+++ Records supplied

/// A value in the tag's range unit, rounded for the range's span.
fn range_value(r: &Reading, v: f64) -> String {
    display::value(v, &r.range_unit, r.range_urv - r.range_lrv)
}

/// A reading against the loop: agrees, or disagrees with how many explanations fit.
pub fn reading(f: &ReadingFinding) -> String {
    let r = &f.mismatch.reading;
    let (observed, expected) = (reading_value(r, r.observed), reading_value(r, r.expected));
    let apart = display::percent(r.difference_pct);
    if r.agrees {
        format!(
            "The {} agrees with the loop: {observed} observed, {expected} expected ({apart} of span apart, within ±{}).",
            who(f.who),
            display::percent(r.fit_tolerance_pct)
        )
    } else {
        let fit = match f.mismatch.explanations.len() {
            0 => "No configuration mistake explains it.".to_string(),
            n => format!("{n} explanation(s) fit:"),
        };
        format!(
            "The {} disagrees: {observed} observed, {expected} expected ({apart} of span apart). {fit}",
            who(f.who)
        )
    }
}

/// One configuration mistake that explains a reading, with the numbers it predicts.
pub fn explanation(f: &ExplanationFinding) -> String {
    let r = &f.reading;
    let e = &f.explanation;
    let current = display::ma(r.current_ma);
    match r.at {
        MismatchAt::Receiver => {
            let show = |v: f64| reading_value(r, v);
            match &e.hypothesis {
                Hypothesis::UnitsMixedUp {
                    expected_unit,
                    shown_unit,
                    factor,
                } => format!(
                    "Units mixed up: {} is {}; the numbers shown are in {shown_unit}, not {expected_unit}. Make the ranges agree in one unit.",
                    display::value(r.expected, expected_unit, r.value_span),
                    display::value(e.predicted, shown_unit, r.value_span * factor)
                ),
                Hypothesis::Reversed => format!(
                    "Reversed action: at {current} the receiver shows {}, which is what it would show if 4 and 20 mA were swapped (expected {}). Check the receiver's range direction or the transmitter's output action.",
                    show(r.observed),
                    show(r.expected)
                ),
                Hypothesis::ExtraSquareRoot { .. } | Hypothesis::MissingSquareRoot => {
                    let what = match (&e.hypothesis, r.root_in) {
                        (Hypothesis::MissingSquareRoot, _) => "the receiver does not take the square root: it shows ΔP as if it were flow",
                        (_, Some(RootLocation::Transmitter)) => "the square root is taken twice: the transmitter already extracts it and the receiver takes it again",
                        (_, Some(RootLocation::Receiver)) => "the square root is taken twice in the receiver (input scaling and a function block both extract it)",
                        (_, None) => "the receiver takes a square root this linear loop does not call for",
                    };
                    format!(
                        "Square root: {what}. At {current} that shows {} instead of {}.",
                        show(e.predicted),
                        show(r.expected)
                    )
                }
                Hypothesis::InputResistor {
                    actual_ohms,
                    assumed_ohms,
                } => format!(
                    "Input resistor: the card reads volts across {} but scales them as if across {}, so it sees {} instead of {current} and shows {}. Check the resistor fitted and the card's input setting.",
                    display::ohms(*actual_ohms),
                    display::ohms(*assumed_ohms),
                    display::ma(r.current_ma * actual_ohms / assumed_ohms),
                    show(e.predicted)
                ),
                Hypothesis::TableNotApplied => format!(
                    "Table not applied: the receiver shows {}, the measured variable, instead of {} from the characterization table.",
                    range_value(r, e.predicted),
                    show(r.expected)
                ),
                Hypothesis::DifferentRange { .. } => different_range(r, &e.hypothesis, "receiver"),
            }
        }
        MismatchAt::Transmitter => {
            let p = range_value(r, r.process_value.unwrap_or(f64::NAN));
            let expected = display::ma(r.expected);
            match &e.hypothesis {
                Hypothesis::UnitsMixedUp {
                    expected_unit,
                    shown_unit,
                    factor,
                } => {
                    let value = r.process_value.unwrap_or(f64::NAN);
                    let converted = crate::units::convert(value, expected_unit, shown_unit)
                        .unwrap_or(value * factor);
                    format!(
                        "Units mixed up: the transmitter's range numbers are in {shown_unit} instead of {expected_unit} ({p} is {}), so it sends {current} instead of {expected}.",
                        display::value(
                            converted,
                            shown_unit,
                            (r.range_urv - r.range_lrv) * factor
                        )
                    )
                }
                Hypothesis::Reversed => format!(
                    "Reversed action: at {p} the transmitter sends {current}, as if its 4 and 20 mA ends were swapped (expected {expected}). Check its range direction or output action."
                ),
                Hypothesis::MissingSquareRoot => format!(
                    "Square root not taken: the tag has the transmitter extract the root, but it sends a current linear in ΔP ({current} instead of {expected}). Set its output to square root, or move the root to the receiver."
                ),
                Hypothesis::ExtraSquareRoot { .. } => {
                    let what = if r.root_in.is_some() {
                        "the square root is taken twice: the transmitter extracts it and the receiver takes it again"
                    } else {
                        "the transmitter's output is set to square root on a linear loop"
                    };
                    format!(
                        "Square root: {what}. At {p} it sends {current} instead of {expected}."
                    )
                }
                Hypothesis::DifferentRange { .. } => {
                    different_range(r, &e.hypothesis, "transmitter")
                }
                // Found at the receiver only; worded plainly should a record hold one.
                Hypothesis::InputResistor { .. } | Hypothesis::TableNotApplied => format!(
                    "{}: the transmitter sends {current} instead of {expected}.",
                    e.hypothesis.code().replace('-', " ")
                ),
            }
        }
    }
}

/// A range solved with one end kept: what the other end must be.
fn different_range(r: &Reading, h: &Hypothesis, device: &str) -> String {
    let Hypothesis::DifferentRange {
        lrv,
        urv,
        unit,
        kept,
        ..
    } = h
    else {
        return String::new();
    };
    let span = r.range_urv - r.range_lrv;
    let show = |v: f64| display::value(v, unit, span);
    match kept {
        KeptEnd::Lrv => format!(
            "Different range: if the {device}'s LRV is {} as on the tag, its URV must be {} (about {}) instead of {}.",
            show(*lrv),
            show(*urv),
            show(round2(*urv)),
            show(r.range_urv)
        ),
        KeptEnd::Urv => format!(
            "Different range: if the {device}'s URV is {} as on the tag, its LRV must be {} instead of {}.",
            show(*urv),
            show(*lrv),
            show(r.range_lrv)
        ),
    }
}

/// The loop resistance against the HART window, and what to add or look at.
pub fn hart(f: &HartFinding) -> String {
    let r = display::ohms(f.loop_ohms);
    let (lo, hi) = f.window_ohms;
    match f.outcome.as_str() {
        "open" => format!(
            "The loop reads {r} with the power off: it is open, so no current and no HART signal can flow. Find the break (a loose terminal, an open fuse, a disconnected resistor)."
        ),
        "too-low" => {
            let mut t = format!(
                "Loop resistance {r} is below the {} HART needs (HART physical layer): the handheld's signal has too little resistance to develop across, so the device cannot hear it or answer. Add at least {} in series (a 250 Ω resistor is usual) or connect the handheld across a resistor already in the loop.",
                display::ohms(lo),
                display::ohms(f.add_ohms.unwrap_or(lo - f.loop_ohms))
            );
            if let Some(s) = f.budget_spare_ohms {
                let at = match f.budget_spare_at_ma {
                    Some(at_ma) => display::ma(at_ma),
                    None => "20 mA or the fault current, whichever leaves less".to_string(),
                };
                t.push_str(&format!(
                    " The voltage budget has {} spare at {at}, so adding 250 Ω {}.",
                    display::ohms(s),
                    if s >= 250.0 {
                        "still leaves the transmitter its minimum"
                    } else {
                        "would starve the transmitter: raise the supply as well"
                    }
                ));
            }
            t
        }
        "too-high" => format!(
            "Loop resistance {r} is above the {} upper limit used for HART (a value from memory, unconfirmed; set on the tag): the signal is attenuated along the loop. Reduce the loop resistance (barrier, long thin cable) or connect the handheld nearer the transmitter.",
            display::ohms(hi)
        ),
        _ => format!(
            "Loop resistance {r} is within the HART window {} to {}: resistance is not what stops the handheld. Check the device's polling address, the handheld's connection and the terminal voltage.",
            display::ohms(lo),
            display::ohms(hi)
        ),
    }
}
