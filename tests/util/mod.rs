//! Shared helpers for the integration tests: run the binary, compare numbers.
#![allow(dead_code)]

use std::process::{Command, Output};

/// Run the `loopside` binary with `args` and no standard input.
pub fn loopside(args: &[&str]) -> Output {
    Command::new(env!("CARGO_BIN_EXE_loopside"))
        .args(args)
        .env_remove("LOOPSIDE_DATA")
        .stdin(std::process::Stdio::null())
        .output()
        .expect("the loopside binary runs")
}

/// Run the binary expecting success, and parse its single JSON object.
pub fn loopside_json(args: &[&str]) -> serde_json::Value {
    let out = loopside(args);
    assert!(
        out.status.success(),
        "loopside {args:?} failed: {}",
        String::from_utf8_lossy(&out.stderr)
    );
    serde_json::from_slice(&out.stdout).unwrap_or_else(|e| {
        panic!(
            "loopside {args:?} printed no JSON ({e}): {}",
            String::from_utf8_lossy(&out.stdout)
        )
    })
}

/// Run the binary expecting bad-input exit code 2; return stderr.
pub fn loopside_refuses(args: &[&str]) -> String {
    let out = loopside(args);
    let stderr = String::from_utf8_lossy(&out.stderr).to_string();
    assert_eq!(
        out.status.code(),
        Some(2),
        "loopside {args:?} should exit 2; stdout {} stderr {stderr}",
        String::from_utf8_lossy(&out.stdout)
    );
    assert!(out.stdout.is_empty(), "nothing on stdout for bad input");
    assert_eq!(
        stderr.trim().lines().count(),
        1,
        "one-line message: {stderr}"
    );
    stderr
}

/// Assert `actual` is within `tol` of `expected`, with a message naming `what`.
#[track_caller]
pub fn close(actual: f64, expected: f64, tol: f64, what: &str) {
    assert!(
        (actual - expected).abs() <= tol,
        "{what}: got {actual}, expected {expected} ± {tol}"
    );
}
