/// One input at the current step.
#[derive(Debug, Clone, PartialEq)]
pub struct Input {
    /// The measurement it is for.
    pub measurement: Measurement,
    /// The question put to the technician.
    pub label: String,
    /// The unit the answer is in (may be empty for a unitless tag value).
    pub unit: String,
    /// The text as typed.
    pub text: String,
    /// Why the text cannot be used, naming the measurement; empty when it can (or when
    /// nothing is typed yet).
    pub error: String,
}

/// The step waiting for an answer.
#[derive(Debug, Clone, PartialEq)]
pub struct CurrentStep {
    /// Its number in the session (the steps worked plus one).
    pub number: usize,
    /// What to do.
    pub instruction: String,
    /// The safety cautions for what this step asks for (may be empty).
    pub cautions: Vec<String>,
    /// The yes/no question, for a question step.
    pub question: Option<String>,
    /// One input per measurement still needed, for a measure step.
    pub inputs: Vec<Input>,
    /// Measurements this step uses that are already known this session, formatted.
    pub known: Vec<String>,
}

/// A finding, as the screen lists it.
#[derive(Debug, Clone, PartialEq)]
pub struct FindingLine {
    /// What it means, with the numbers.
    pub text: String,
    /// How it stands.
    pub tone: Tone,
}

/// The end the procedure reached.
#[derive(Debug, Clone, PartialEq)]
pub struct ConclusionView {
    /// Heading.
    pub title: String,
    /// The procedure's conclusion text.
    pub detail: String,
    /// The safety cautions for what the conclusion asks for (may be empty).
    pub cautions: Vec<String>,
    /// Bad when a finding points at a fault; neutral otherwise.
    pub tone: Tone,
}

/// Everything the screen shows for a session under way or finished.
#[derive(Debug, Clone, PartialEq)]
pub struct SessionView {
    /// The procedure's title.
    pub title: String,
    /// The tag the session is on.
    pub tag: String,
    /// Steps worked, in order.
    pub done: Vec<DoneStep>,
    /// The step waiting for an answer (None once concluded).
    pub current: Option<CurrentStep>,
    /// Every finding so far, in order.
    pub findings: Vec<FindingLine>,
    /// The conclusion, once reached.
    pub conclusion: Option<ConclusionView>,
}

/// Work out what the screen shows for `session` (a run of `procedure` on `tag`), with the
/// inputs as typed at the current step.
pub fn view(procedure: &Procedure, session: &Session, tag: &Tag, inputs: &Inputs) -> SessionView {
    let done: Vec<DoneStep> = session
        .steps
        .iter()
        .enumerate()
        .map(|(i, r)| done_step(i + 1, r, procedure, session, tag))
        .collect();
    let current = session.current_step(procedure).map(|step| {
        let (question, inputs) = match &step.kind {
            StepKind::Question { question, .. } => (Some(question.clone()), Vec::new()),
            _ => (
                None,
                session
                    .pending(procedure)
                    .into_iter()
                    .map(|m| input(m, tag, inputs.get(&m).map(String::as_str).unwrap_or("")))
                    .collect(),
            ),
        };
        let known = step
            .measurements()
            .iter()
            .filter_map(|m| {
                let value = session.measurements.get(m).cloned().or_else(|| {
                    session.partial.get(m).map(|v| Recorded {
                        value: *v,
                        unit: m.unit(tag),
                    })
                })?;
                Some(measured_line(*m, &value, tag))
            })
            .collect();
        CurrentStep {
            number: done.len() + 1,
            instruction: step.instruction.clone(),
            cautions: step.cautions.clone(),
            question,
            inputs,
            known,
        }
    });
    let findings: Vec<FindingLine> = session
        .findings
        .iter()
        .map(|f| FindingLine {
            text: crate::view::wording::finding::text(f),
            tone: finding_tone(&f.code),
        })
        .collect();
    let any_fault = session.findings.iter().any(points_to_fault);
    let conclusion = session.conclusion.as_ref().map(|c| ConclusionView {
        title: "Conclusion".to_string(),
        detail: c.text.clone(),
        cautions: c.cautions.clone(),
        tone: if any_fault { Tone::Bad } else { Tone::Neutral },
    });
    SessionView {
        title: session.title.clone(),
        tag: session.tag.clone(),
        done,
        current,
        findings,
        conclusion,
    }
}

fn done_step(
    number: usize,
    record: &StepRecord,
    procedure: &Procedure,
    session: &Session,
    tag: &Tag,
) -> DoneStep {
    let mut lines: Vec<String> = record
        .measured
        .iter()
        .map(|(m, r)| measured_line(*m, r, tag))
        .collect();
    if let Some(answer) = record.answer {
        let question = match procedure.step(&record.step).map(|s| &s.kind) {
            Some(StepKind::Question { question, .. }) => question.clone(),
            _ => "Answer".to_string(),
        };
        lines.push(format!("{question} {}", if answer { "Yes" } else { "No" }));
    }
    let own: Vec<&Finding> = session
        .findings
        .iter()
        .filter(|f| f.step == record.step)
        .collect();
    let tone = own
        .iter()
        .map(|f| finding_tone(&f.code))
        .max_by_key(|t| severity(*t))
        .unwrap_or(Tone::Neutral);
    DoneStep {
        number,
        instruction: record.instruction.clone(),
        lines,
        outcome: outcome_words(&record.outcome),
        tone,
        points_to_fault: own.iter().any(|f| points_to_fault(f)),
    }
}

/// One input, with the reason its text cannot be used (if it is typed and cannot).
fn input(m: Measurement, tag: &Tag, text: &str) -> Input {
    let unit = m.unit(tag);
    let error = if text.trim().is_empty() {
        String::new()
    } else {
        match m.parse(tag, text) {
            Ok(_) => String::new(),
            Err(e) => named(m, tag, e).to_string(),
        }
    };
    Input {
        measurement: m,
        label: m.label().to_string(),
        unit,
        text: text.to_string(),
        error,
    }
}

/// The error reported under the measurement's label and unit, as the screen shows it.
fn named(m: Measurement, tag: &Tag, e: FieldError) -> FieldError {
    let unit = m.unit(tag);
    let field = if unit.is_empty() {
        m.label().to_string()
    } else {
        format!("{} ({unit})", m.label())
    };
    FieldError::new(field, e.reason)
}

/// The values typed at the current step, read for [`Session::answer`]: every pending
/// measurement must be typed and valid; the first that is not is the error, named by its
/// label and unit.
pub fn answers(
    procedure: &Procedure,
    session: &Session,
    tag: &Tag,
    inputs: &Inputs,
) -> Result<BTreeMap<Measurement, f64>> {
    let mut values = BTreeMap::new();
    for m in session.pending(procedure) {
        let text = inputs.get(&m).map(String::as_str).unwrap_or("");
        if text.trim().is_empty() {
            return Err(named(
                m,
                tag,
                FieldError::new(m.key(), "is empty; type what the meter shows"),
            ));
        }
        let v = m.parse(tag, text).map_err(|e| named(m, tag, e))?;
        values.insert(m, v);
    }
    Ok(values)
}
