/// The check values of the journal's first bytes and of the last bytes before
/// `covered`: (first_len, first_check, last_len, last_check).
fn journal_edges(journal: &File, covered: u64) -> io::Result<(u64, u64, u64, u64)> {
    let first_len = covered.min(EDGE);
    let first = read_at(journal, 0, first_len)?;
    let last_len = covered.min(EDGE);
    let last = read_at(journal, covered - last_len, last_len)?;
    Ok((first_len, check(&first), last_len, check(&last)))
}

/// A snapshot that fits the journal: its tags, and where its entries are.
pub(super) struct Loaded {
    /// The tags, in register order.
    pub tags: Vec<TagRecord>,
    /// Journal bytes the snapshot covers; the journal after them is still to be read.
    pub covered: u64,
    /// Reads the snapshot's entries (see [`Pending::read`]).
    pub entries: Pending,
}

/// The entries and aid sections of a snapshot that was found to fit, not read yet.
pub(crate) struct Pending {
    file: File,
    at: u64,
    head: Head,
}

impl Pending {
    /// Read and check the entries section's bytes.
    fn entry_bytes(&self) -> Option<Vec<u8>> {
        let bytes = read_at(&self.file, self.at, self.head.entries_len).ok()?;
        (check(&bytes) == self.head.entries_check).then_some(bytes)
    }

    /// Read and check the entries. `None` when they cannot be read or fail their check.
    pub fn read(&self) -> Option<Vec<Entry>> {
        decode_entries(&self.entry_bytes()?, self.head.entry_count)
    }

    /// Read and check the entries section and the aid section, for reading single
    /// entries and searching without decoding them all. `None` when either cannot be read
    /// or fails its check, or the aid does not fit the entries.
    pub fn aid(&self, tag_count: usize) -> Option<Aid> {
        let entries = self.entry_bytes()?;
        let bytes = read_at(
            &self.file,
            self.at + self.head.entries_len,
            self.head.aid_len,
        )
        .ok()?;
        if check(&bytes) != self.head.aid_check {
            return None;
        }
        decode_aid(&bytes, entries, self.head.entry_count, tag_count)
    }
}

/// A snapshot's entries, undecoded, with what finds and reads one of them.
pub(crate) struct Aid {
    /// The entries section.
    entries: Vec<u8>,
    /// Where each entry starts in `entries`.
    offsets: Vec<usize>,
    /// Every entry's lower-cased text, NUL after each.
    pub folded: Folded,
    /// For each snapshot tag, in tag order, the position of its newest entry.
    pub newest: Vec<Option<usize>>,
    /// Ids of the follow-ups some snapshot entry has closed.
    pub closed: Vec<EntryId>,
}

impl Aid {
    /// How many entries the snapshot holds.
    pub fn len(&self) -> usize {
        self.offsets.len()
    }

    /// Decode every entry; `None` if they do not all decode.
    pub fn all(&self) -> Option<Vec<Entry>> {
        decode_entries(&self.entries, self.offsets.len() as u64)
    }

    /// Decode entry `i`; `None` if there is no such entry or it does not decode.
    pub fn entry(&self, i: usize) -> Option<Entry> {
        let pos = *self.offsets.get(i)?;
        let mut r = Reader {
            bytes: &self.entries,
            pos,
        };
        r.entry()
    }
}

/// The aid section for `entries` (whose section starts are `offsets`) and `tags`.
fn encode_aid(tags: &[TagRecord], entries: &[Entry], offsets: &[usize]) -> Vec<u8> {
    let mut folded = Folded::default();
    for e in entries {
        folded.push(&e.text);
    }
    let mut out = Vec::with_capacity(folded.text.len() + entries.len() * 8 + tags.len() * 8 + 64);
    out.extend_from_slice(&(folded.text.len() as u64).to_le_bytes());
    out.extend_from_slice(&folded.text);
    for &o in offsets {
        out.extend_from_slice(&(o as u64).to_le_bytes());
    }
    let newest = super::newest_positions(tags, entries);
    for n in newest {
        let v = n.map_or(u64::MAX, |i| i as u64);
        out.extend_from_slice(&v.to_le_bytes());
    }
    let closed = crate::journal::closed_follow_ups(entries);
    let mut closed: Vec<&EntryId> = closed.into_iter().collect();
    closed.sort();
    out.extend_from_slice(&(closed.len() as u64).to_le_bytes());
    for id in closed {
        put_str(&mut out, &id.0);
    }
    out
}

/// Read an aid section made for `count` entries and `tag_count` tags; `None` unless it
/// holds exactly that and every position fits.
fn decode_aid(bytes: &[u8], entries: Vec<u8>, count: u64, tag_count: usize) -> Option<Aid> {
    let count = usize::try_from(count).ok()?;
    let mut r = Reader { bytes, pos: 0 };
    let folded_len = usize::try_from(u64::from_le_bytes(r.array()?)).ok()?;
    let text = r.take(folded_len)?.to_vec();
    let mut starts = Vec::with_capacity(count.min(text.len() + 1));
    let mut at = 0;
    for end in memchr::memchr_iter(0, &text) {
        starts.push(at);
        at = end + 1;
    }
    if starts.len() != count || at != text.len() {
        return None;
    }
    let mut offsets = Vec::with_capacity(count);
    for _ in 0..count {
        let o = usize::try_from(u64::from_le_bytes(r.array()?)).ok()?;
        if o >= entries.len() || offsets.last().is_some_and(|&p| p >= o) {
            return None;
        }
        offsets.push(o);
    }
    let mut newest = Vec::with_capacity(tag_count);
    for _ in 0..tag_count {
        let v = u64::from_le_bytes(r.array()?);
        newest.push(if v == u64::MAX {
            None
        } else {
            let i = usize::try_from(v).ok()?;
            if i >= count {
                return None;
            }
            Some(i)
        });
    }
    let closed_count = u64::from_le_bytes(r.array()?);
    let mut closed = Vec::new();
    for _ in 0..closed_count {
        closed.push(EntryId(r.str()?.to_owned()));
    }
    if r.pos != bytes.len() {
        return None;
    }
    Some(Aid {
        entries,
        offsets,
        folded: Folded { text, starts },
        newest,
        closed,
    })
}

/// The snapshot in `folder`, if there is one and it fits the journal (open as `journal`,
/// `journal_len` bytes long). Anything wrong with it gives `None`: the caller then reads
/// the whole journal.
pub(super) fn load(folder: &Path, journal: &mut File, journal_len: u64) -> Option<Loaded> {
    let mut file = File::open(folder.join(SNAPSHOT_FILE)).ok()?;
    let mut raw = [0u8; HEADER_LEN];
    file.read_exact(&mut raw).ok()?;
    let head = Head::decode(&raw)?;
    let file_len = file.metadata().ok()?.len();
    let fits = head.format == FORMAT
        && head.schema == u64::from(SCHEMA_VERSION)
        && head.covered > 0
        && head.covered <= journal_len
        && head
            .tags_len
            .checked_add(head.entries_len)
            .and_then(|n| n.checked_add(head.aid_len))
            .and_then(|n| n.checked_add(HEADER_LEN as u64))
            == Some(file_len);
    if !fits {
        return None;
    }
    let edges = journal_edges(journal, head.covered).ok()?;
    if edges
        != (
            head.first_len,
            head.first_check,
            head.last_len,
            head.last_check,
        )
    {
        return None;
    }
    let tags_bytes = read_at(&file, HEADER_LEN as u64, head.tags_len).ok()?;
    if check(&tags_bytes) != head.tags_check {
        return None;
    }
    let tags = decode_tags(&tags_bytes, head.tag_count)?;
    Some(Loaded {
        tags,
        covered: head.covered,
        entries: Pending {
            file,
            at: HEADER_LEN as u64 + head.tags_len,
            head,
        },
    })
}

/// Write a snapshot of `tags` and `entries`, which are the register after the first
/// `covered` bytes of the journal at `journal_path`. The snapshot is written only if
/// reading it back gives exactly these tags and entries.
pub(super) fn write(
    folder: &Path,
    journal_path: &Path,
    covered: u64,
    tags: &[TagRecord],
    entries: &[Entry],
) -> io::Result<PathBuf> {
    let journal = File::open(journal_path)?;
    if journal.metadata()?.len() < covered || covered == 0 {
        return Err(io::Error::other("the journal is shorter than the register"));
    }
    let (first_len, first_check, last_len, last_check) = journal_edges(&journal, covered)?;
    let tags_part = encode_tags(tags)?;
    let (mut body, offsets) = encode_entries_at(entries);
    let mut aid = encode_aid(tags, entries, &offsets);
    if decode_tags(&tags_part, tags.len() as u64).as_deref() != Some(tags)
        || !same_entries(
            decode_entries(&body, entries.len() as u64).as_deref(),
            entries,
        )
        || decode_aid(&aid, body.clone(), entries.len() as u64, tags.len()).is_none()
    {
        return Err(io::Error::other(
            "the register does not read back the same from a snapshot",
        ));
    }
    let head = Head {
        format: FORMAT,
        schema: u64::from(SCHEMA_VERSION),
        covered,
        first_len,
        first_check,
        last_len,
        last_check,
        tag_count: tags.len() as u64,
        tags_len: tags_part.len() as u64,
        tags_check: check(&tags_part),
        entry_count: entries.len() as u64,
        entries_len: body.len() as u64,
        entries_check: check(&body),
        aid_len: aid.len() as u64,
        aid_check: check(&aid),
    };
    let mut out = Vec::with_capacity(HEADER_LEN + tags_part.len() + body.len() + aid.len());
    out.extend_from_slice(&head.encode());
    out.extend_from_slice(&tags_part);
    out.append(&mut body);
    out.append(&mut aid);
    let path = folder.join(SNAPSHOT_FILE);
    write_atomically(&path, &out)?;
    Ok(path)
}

++++++

#### [Exercise prompt]
Each line from the top of the data, up to and including the line that contains "pub fn reading(f: &ReadingFinding)", should be set down exactly.

#### [Answer area]
/// A value in the tag's range unit, rounded for the range's span.
fn range_value(r: &Reading, v: f64) -> String {
    display::value(v, &r.range_unit, r.range_urv - r.range_lrv)
}

/// A reading against the loop: agrees, or disagrees with how many explanations fit.
pub fn reading(f: &ReadingFinding) -> String {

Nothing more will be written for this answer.